Archival records are paper documents or computer files preserved by organizations and institutions as evidence of events that are important to that organization or institution. For example, records of office discipline referrals are stored by schools, along with records of attendance, grades, and academic test scores. Other examples of archival records include (a) arrest and incarceration records kept by the police; (b) medical records kept by doctors, dentists, pharmacies, clinics, and hospitals; (c) vital statistics of births and deaths kept by county governments; and (d) marriage records kept by churches and governments. Families, businesses, departments of motor vehicles, historians, and the public in general find value in maintaining records.

Institutional records are kept because they contain information about events that are important in and of themselves. For example, being arrested and being referred to the principal's office are important events for everyone involved or affected (e.g., offender and offender's family and friends, authority and persons responsible for documentation, observers and bystanders, taxpayers).

In any society, questions arise about crime, school discipline, hospitalizations, and other events that can be answered by a study of institutional records. Analysis of relevant archival data may be the most practical and efficient way to find answers to research questions. Institutional records are well suited for studies covering long periods of time, covering many areas of the country, or involving large sample populations. In addition, regularly scheduled reviews of internal data greatly facilitate formative evaluation and ongoing monitoring of important events within an institution.

School archival records are particularly important in relation to behavior management because school staff produce records of serious behavior problems. These records are a valuable source of information about the way a school serves students. Prevention efforts, behavioral interventions, special education, and counseling services typically are documented, as well as outcomes for the student, such as academic achievement, suspensions, expulsion, dropout, or high school graduation. Other types of information typically found in school archives include attendance, school transfers and placements, psychologists' evaluations, reports of suspected abuse or neglect, records of accidents or injuries in nurses' logs, and documentation of functional behavioral assessments.

Research

Archival records are valuable sources of research data for at least three reasons: (1) the events were documented because they are important; (2) long periods of time and many people can be studied relatively quickly, unobtrusively, and inexpensively; and (3) although they may be a challenge to analyze, the researcher who demonstrates a difference using data from institutional records can be fairly confident that the difference is real and that it is important to everyone who is in any way involved with, or affected by, the institution.

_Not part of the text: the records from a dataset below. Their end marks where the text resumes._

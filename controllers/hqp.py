r"""Strict-priority (lexicographic) hierarchical least squares with inequalities.

A hierarchy is a list of :class:`Level` objects, highest priority first, above
which sit hard constraints (rigid-body dynamics, torque limits, bounds) that
must hold exactly. :func:`solve_hierarchy` solves one QP per level (Kanoun,
Lamiraux & Wieber 2011). Level :math:`k` minimises its own weighted squared
error while every higher level keeps the optimum it found:

.. math::

    \min_{x,\,v_k} \;\; & \tfrac12 \sum_i w_{k,i} \|A_{k,i} x - b_{k,i}\|^2
                         + \tfrac12 \sum_j \omega_{k,j} \|v_{k,j}\|^2 \\
    \text{s.t.} \;\;     & C_{k,j} x - d_{k,j} \le v_{k,j}
                           \quad \text{(own inequality rows, slack } v_k) \\
                         & A_l x - b_l = e_l^\star, \quad
                           C_l x - d_l \le v_l^\star \quad (l < k)
                           \quad \text{(higher levels frozen)} \\
                         & A_H x = b_H, \quad C_H x \le d_H, \quad lb \le x \le ub
                           \quad \text{(hard, slack } 0)

where :math:`e_l^\star` and :math:`v_l^\star` are the optimal slacks of level
:math:`l`. Both are unique (the cost is strictly convex in :math:`(A_l x,
v_l)`), so freezing them keeps exactly the optimal set of level :math:`l`: a
satisfied inequality row stays satisfied, a violated one stays at its least
violation.

Higher equality rows are not passed to the solver as constraints: they are
eliminated exactly (Escande, Mansard & Wieber 2014). With :math:`x_{k-1}` the
solution of level :math:`k-1` and :math:`N_{k-1}` an orthonormal basis of the
null space of the stacked hard and higher equality rows, level :math:`k`
searches :math:`x = x_{k-1} + N_{k-1} z`. After the solve, the singular value
decomposition of :math:`W_k^{1/2} A_k N_{k-1}` gives
:math:`N_k = N_{k-1} V_2` (the right singular vectors of zero singular value),
so rank-deficient levels and levels that contradict a higher one stay exact:
what a level cannot change is simply not in its search space.

Two kinds of inequality rows hold with equality at *every* optimum of level
:math:`k`, and are eliminated the same way instead of being frozen as
inequalities (which would leave lower levels with degenerate QPs whose active
rows are dependent, where both DAQP and OSQP were seen to fail):

* a violated row of level :math:`k`: its slack :math:`v^\star > 0` is unique,
  so :math:`C x = d + v^\star` on the whole optimal set;
* a frozen, hard or bound row with a positive multiplier at the level's
  optimum: complementary slackness holds for every optimal primal-dual pair,
  so every optimal point keeps it active (the same reasoning by which the
  active set of Escande et al. 2014 enters the null-space basis).

The thresholds that tell "positive" from solver noise are
:attr:`HQPParams.slack_tol` and :attr:`HQPParams.multiplier_tol`; below them a
row stays a frozen inequality, which is always correct.

A level whose only constraints are satisfied by its unconstrained least-squares
point (the minimum-norm :math:`z` from the same SVD) is solved in closed form,
without the QP backend; that point is then optimal for the QP too (the
equality cost is at its minimum and every slack is zero). Otherwise the level
is a QP in :math:`(z, v_k)` handed to a backend of
:mod:`controllers.qp_backends`; before that, a few active-set iterations
from the least-squares point are tried and kept only when the level's KKT
conditions hold (:meth:`_Solver._working_set_step`).

**Compiled path.** Without box bounds, the closed-form and active-set levels
of a whole hierarchy are solved in one call of a numba kernel
(:mod:`controllers._hqp_kernels`) with the same arithmetic, and only the
levels that need the backend return to Python; ``HQPParams(compiled=False)``
solves every level in Python (the reference the tests compare it with). The
kernel takes every level's rows stacked: a :class:`LevelStack` (what a
controller builds once per tick) goes to it as it is, a list of
:class:`Level` is stacked first.

**Regularization.** With ``regularization > 0`` a last level
:math:`\min \tfrac12\|x\|^2` over the freedom that remains makes ``x``
unique; it cannot change any level's optimum. For the equality-only case this
gives the minimum-norm solution of the classical recursive projection
(Siciliano & Slotine 1991). The same number ε is the proximal weight that
backends needing a strictly convex Hessian (DAQP) use on levels whose
cost does not involve every variable: they iterate
:math:`y_{j+1} = \arg\min f(y) + \tfrac{\varepsilon}{2}\|y - y_j\|^2` to a fixed
point, which is an exact minimiser of :math:`f`; a single such step would be
suboptimal by at most :math:`\tfrac{\varepsilon}{2}\,\mathrm{dist}(y_j,
Y^\star)^2` (proximal-point method, Rockafellar 1976). No damping term stays
in any level's answer.

References
----------
.. [Kanoun2011] O. Kanoun, F. Lamiraux, P.-B. Wieber, "Kinematic control of
   redundant manipulators: generalizing the task-priority framework to
   inequality tasks", IEEE Trans. Robotics 27(4):785-792, 2011.
.. [Escande2014] A. Escande, N. Mansard, P.-B. Wieber, "Hierarchical quadratic
   programming: fast online humanoid-robot motion generation", Int. J.
   Robotics Research 33(7):1006-1028, 2014.
.. [Siciliano1991] B. Siciliano, J.-J. E. Slotine, "A general framework for
   managing multiple tasks in highly redundant robotic systems", Proc. 5th
   ICAR, Pisa, 1991.
.. [Rockafellar1976] R. T. Rockafellar, "Monotone operators and the proximal
   point algorithm", SIAM J. Control and Optimization 14(5):877-898, 1976.
"""

from __future__ import annotations

import math
import time
from collections.abc import Sequence
from dataclasses import dataclass, field
from functools import lru_cache

import numpy as np

from models.errors import ParameterError, SandboxError

from . import _hqp_kernels as _kernels
from .qp_backends import DEFAULT_BACKEND, QPSolveError, QPTolerances, get_backend

__all__ = [
    "Level",
    "LevelStack",
    "HierarchyResult",
    "HQPParams",
    "HQPInfeasibleError",
    "QPSolveError",
    "HierarchySolver",
    "solve_hierarchy",
]


class HQPInfeasibleError(SandboxError, RuntimeError):
    """The hard constraints (hard level, bounds) cannot all hold."""


# --------------------------------------------------------------------------------------------
# Levels


def _read_only(arr: np.ndarray) -> np.ndarray:
    arr.flags.writeable = False
    return arr


def _level_label(name: str) -> str:
    return f"Level {name!r}" if name else "Level (unnamed)"


_EMPTY = np.zeros(0)
_EMPTY.flags.writeable = False


def _check_entry(label: str, kind: str, i: int, entry) -> tuple[np.ndarray, np.ndarray, float]:
    where = f"{label}: {kind}[{i}]"
    if not isinstance(entry, (tuple, list)) or len(entry) not in (2, 3):
        raise ParameterError(f"{where} must be a pair (M, v) or a triple (M, v, w), got {type(entry).__name__}")
    try:
        M = np.asarray(entry[0], dtype=float)
        v = np.asarray(entry[1], dtype=float)
    except (TypeError, ValueError) as e:
        raise ParameterError(f"{where} must hold numeric arrays: {e}") from e
    if M.ndim == 1:
        M = M.reshape(1, -1)
    if v.ndim == 0:
        v = v.reshape(1)
    if M.ndim != 2:
        raise ParameterError(f"{where} matrix must be 2-D (m, n), got shape {M.shape}")
    if v.shape != (M.shape[0],):
        raise ParameterError(f"{where} vector must have shape ({M.shape[0]},) to match its matrix {M.shape}, "
                             f"got {v.shape}")
    if not np.isfinite(M.sum() + v.sum()):  # cheap test first; locate the culprit only if it fails
        if not np.isfinite(M).all():
            r, c = np.argwhere(~np.isfinite(M))[0]
            raise ParameterError(f"{where} matrix must be finite, got {M[r, c]} at [{r}, {c}]")
        if not np.isfinite(v).all():
            r = int(np.flatnonzero(~np.isfinite(v))[0])
            raise ParameterError(f"{where} vector must be finite, got {v[r]} at [{r}]")
    w = 1.0
    if len(entry) == 3:
        w = entry[2]
        if isinstance(w, bool) or not isinstance(w, (int, float, np.integer, np.floating)) or not (
            np.isfinite(w) and w > 0
        ):
            raise ParameterError(f"{where} weight must be a finite scalar > 0, got {w!r}")
    return M, v, float(w)


@lru_cache(maxsize=32)
def _no_rows(n: int) -> np.ndarray:
    return _read_only(np.zeros((0, n)))


def _stack(label: str, kind: str, entries):
    """Checked entries stacked into read-only (M, v, w per row); entries become views of them."""
    if type(entries) not in (list, tuple) and (
        isinstance(entries, (np.ndarray, str)) or not isinstance(entries, Sequence)
    ):
        raise ParameterError(f"{label}: {kind} must be a list of (M, v[, w]) entries, got {type(entries).__name__}")
    if not entries:
        return (), None, _EMPTY, _EMPTY, (0,), None
    checked = [_check_entry(label, kind, i, e) for i, e in enumerate(entries)]
    n = checked[0][0].shape[1]
    for i, (M, _, _) in enumerate(checked):
        if M.shape[1] != n:
            raise ParameterError(f"{label}: {kind}[{i}] matrix has {M.shape[1]} columns, earlier entries have {n}")
    if len(checked) == 1:
        M0, v0, w0 = checked[0]
        M, v = np.array(M0), np.array(v0)  # own copies: callers may reuse their buffers
        w = np.full(M.shape[0], w0)
        starts = (0, M.shape[0])
    else:
        M = np.vstack([c[0] for c in checked])
        v = np.concatenate([c[1] for c in checked])
        w = np.concatenate([np.full(c[0].shape[0], c[2]) for c in checked])
        starts = (0, *np.cumsum([c[0].shape[0] for c in checked]).tolist())
    M.flags.writeable = v.flags.writeable = w.flags.writeable = False
    views = tuple((M[starts[i] : starts[i + 1]], v[starts[i] : starts[i + 1]], c[2]) for i, c in enumerate(checked))
    return views, M, v, w, starts, n


@lru_cache(maxsize=256)
def _weight_vector(m: int, w: float) -> np.ndarray:
    return _read_only(np.full(m, w))


def _stack_unchecked(entries):
    """(M, v, w per row, entries, starts, n) of trusted (M, v, w) entries (see :meth:`Level.unchecked`)."""
    if not entries:
        return None, _EMPTY, _EMPTY, (), (0,), None
    if len(entries) == 1:
        M, v, w0 = entries[0]
        w0 = float(w0)
        return M, v, _weight_vector(M.shape[0], w0), ((M, v, w0),), (0, M.shape[0]), M.shape[1]
    mats = tuple(e[0] for e in entries)
    weights = tuple(float(e[2]) for e in entries)
    M = np.concatenate(mats)
    w = np.concatenate([_weight_vector(a.shape[0], wk) for a, wk in zip(mats, weights)])
    starts, k = [0], 0
    for a in mats:
        k += a.shape[0]
        starts.append(k)
    v = np.concatenate([e[1] for e in entries])
    views = tuple((M[starts[i]: starts[i + 1]], v[starts[i]: starts[i + 1]], weights[i]) for i in range(len(mats)))
    return M, v, w, views, tuple(starts), M.shape[1]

Institutional records are routinely compiled and provide a readily available source of data for research. Because the records preserve what was written at the time of the incident, problems associated with interview or questionnaire data, such as selective memory and bias, are avoided. Another advantage of archival data is that the data collection is not intrusive, and subject reactivity is seldom a problem. To enhance interpretation of archival data, researchers can use additional sources of information, such as direct observation, surveys, and interviews. Records from schools, correctional facilities, and medical clinics have been used in various studies in combination with self-reported data from interviews or questionnaires about (respectively) students' behavior problems in school, adolescents' illegal activities, and teen pregnancies and sexual practices. Research findings indicate that although the frequency of problem behaviors as indicated in official records typically is lower than self-reported frequency, for both sources, changes over time and correlations with other variables will be similar. In other words, not everything that happens is recorded, but what is recorded tends to reflect what is happening. In general, archival data provide a conservative estimate of the frequency of individual behaviors of interest.